Task item → Below this line is a set of entries; quote exactly the lines from the line that contains "#fffdf6; border-top: 2px" to the line that contains "compute=compute, commit=commit))", both lines included.

Task material →
=-=-=-=-=

"""The week over the API: spread the clients due over the working days, move, pin, price, map.

Every solve runs as a background job (webapp.jobs); its answer is stored in one transaction:
the week (webapp.weeks) and each touched day's visits and plan (webapp.plans), so every
working day opens in the day screen.
"""

from __future__ import annotations

import datetime as dt
import time

from flask import Blueprint, current_app, jsonify, request, url_for

from . import clients, plan_exports, planning, plans, weeks
from .db import get_db, transaction
from .errors import FieldErrors, NotFound
from .fields import json_object
from .jobs import Job, registry
from .map_page import CAUTION, map_response, strict_headers
from .maps import DAY_COLOURS, DAY_DASHES, week_map_html
from .tiles import tile_map_settings

__all__ = ["bp", "map_bp", "init_app"]

bp = Blueprint("week_api", __name__, url_prefix="/api/weeks")
map_bp = Blueprint("week_map", __name__)

# The map fills the frame above one caution line (folium sizes its map to the body).
_MAP_LAYOUT = (
    "<style>body { display: flex; flex-direction: column; }"
    " .folium-map { flex: 1 1 0; height: auto !important; min-height: 0; }"
    " .rondo-week-caution { flex: 0 0 auto; margin: 0; padding: 6px 8px; color: #121212;"
    " background: #fffdf6; border-top: 2px dashed #121212;"
    " font: 600 13px/1.3 system-ui, sans-serif; }"
    # The day legend is open on the map; small type keeps it off most of a phone's map.
    " .leaflet-control-layers-expanded { padding: 3px 6px; font: 12px/1.25 system-ui,"
    " sans-serif; } .leaflet-control-layers-selector { margin: 2px 4px 2px 0; }</style>")


def init_app(app) -> None:
    """Register the week API and the week's map page."""
    app.register_blueprint(bp)
    app.register_blueprint(map_bp)


def _key(monday) -> str:
    return f"week:{monday.isoformat()}"


def _view(conn, monday) -> dict:
    view = weeks.week_view(conn, monday)
    for day in view["days"]:
        # The same colour and dash as the day's loop on the week map (maps.week_map_html).
        day["colour"], day["dash"] = DAY_COLOURS[day["index"]], DAY_DASHES[day["index"]]
    # Built by hand: job commits run on a worker thread, outside any request.
    view["map_url"] = f"/weeks/{monday.isoformat()}/map"
    return view


def _with_job(monday) -> dict:
    view = _view(get_db(), monday)
    job = registry().active(_key(monday))
    view["job"] = job.as_json() if job else None
    return view


def _start(kind: str, key: str, job_input, compute, commit):
    job = registry().submit(Job(kind=kind, key=key, time_limit_s=job_input.time_limit_s,
                                compute=compute, commit=commit))
    response = jsonify(job.as_json())
    response.status_code = 202
    response.headers["Location"] = url_for("api.get_job", job_id=job.id)
    return response


def _stored(conn, monday) -> weeks.WeekSpec:
    spec = weeks.load_spec(conn, monday)
    if spec is None:
        raise NotFound("week plan", monday.isoformat())
    return spec


def _store_day(conn, job_input, day: int, ids, plan) -> None:
    if plan is not None:
        plans.store_solve(conn, job_input.dates[day], kind="day",
                          inputs=planning.week_day_inputs(job_input, day, ids),
                          outcome={"plan": plan.as_dict(), "seconds": plan.seconds})


@bp.get("/<monday_text>")
def get_week(monday_text: str):
    return jsonify(_with_job(weeks.parse_monday(monday_text)))


@bp.post("/<monday_text>/solve")
def solve_week(monday_text: str):
    """Work out the whole week; an empty body works the stored week out again (pins kept)."""
    monday = weeks.parse_monday(monday_text)
    conn = get_db()
    body = json_object(allowed=weeks.FIELDS) if request.get_data() else {}
    stored = weeks.load_spec(conn, monday)
    late = frozenset(c.client_id for c in stored.clients if c.added_late) if stored else None
    if not body:
        if stored is None:
            raise FieldErrors.one("clients", f"no week is stored for {monday.isoformat()}; "
                                  "send the clients due")
        body = weeks.spec_body(stored)
    spec = weeks.read_spec(conn, monday, body, late=late or frozenset())
    weeks.ensure_not_started(conn, spec)
    job_input = planning.gather_week(conn, spec)

    def commit(conn, plan):
        with transaction(conn):
            weeks.save_spec(conn, spec)
            weeks.ensure_not_started(conn, spec)  # a visit may have been marked done meanwhile
            assignment = {}
            for d in range(len(spec.weekdays)):
                ids = planning.week_day_ids(job_input, plan, d)
                assignment[d] = ids
                weeks.set_day(conn, job_input.dates[d], ids)
                _store_day(conn, job_input, d, ids, plan.days[d])
            result = plan.as_dict()
            for d, day in enumerate(result["days"]):
                day["client_ids"] = assignment[d]
            weeks.store_solve(conn, spec, kind="week", inputs=job_input.inputs, result=result,
                              assignment=assignment,
                              totals={"km": plan.total_km, "drive_min": plan.total_drive_min,
                                      "proven_optimal": plan.proven_optimal,
                                      "method": plan.method, "lower_bound": plan.lower_bound,
                                      "gap": plan.gap, "bound_note": plan.bound_note,
                                      "seconds": plan.seconds})
        return _view(conn, monday) | {"job": None}

    return _start("week", _key(monday), job_input, lambda: planning.solve_week(job_input),
                  commit)


def _extra_ids(now: dict, *more) -> list[int]:
    return [cid for ids in now.values() for cid in ids] + list(more)


@bp.post("/<monday_text>/quote")
def quote_week(monday_text: str):
    """Price one client on each remaining working day, cheapest first; nothing is stored."""
    monday = weeks.parse_monday(monday_text)
    conn = get_db()
    body = json_object(allowed=weeks.QUOTE_FIELDS)
    spec = _stored(conn, monday)
    now = weeks.current(conn, spec)
    client_id, source, priced, left_out = weeks.read_quote(conn, spec, now, body)
    job_input = planning.gather_week(conn, spec, extra_ids=_extra_ids(now, client_id))
    name = job_input.names[client_id]

    def compute():
        started = time.perf_counter()
        quotes = planning.quote_week(job_input, now, client_id, days=priced, source=source)
        return quotes, time.perf_counter() - started

    def commit(_conn, answer):
        quotes, seconds = answer
        return {"client_id": client_id, "name": name,
                "from": None if source is None else clients.WEEKDAYS[spec.weekdays[source]],
                "quotes": quotes + left_out, "seconds": seconds}

    return _start("week-quote", f"week-quote:{monday.isoformat()}", job_input, compute, commit)


@bp.post("/<monday_text>/move")
def move_visit(monday_text: str):
    """Move a visit to another working day (or book a client calling in); both days re-planned."""
    monday = weeks.parse_monday(monday_text)
    conn = get_db()
    body = json_object(allowed=weeks.MOVE_FIELDS)
    spec = _stored(conn, monday)
    now = weeks.current(conn, spec)
    move = weeks.read_move(conn, spec, now, body)
    after = {d: list(ids) for d, ids in now.items()}
    if move.source is not None:
        after[move.source].remove(move.client_id)
    after[move.target].append(move.client_id)
    new_spec = weeks.add_due(spec, move)
    job_input = planning.gather_week(conn, new_spec, extra_ids=_extra_ids(now, move.client_id))
    touched = [d for d in (move.source, move.target) if d is not None]

    def compute():
        started = time.perf_counter()
        day_plans = {d: planning.plan_week_day(job_input, d, after[d]) for d in touched}
        return day_plans, time.perf_counter() - started

    def commit(conn, answer):
        day_plans, seconds = answer
        with transaction(conn):
            weeks.save_spec(conn, new_spec)
            for d in touched:
                date = job_input.dates[d]
                if d == move.target and move.new_to_week:
                    plans.add_choice(conn, date, move.client_id, late=True)
                else:
                    weeks.set_day(conn, date, after[d])
                _store_day(conn, job_input, d, after[d], day_plans[d])
            view = _view(conn, monday)
            weeks.store_solve(
                conn, new_spec, kind="move",
                inputs={"kind": "move", "monday": monday.isoformat(),
                        "client_id": move.client_id, "from": move.source, "to": move.target,
                        "pin": move.pin, "days": {str(d): after[d] for d in touched}},
                result={"days": {str(d): None if p is None else p.as_dict()
                                 for d, p in day_plans.items()}},
                assignment=after,
                totals={"km": view["totals"]["km"], "drive_min": view["totals"]["drive_min"],
                        "proven_optimal": False, "method": "move", "seconds": seconds})
        return view | {"job": None}

    return _start("week-move", _key(monday), job_input, compute, commit)


@bp.put("/<monday_text>/pins")
def pin_client(monday_text: str):
    """Pin a client due this week to a working day, or unpin it (``day`` null)."""
    monday = weeks.parse_monday(monday_text)
    weeks.set_pin(get_db(), monday, json_object(allowed=weeks.PIN_FIELDS))
    return jsonify(_with_job(monday))


def _map_days(conn, monday) -> list[tuple[str, list[dict]]]:
    """Each working day's stored loop as map stops; a day with no visits (or an old plan) empty."""
    spec = weeks.load_spec(conn, monday)
    if spec is None:
        return []
    out = []
    for day in weeks.week_view(conn, monday)["days"]:
        stops: list[dict] = []
        if day["solved"] and day["feasible"] and not day["stale"]:
            try:
                date = dt.date.fromisoformat(day["date"])
                stops = plan_exports.map_stops(plan_exports.stored_day(conn, date))
            except plan_exports.NoPlan:
                stops = []
        out.append((day["name"], stops))
    return out


@map_bp.get("/weeks/<monday_text>/map")
def week_map(monday_text: str):
    """The week's loops on one map, one colour and dash per working day, caution below."""
    monday = weeks.parse_monday(monday_text)
    tile_url, attribution = tile_map_settings(current_app.config)
    page = week_map_html(_map_days(get_db(), monday), tile_url_template=tile_url,
                         attribution=attribution)
    note = f'<p class="rondo-week-caution" role="note">{CAUTION}</p>'
    head, _, tail = page.rpartition("</body>")
    page = (head.replace("</head>", _MAP_LAYOUT + "</head>", 1) + note + "</body>" + tail
            if head else page + _MAP_LAYOUT + note)
    return map_response(page)


map_bp.after_request(strict_headers)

=-=-=-=-=

Response to the task →
    " background: #fffdf6; border-top: 2px dashed #121212;"
    " font: 600 13px/1.3 system-ui, sans-serif; }"
    # The day legend is open on the map; small type keeps it off most of a phone's map.
    " .leaflet-control-layers-expanded { padding: 3px 6px; font: 12px/1.25 system-ui,"
    " sans-serif; } .leaflet-control-layers-selector { margin: 2px 4px 2px 0; }</style>")


def init_app(app) -> None:
    """Register the week API and the week's map page."""
    app.register_blueprint(bp)
    app.register_blueprint(map_bp)


def _key(monday) -> str:
    return f"week:{monday.isoformat()}"


def _view(conn, monday) -> dict:
    view = weeks.week_view(conn, monday)
    for day in view["days"]:
        # The same colour and dash as the day's loop on the week map (maps.week_map_html).
        day["colour"], day["dash"] = DAY_COLOURS[day["index"]], DAY_DASHES[day["index"]]
    # Built by hand: job commits run on a worker thread, outside any request.
    view["map_url"] = f"/weeks/{monday.isoformat()}/map"
    return view


def _with_job(monday) -> dict:
    view = _view(get_db(), monday)
    job = registry().active(_key(monday))
    view["job"] = job.as_json() if job else None
    return view


def _start(kind: str, key: str, job_input, compute, commit):
    job = registry().submit(Job(kind=kind, key=key, time_limit_s=job_input.time_limit_s,
                                compute=compute, commit=commit))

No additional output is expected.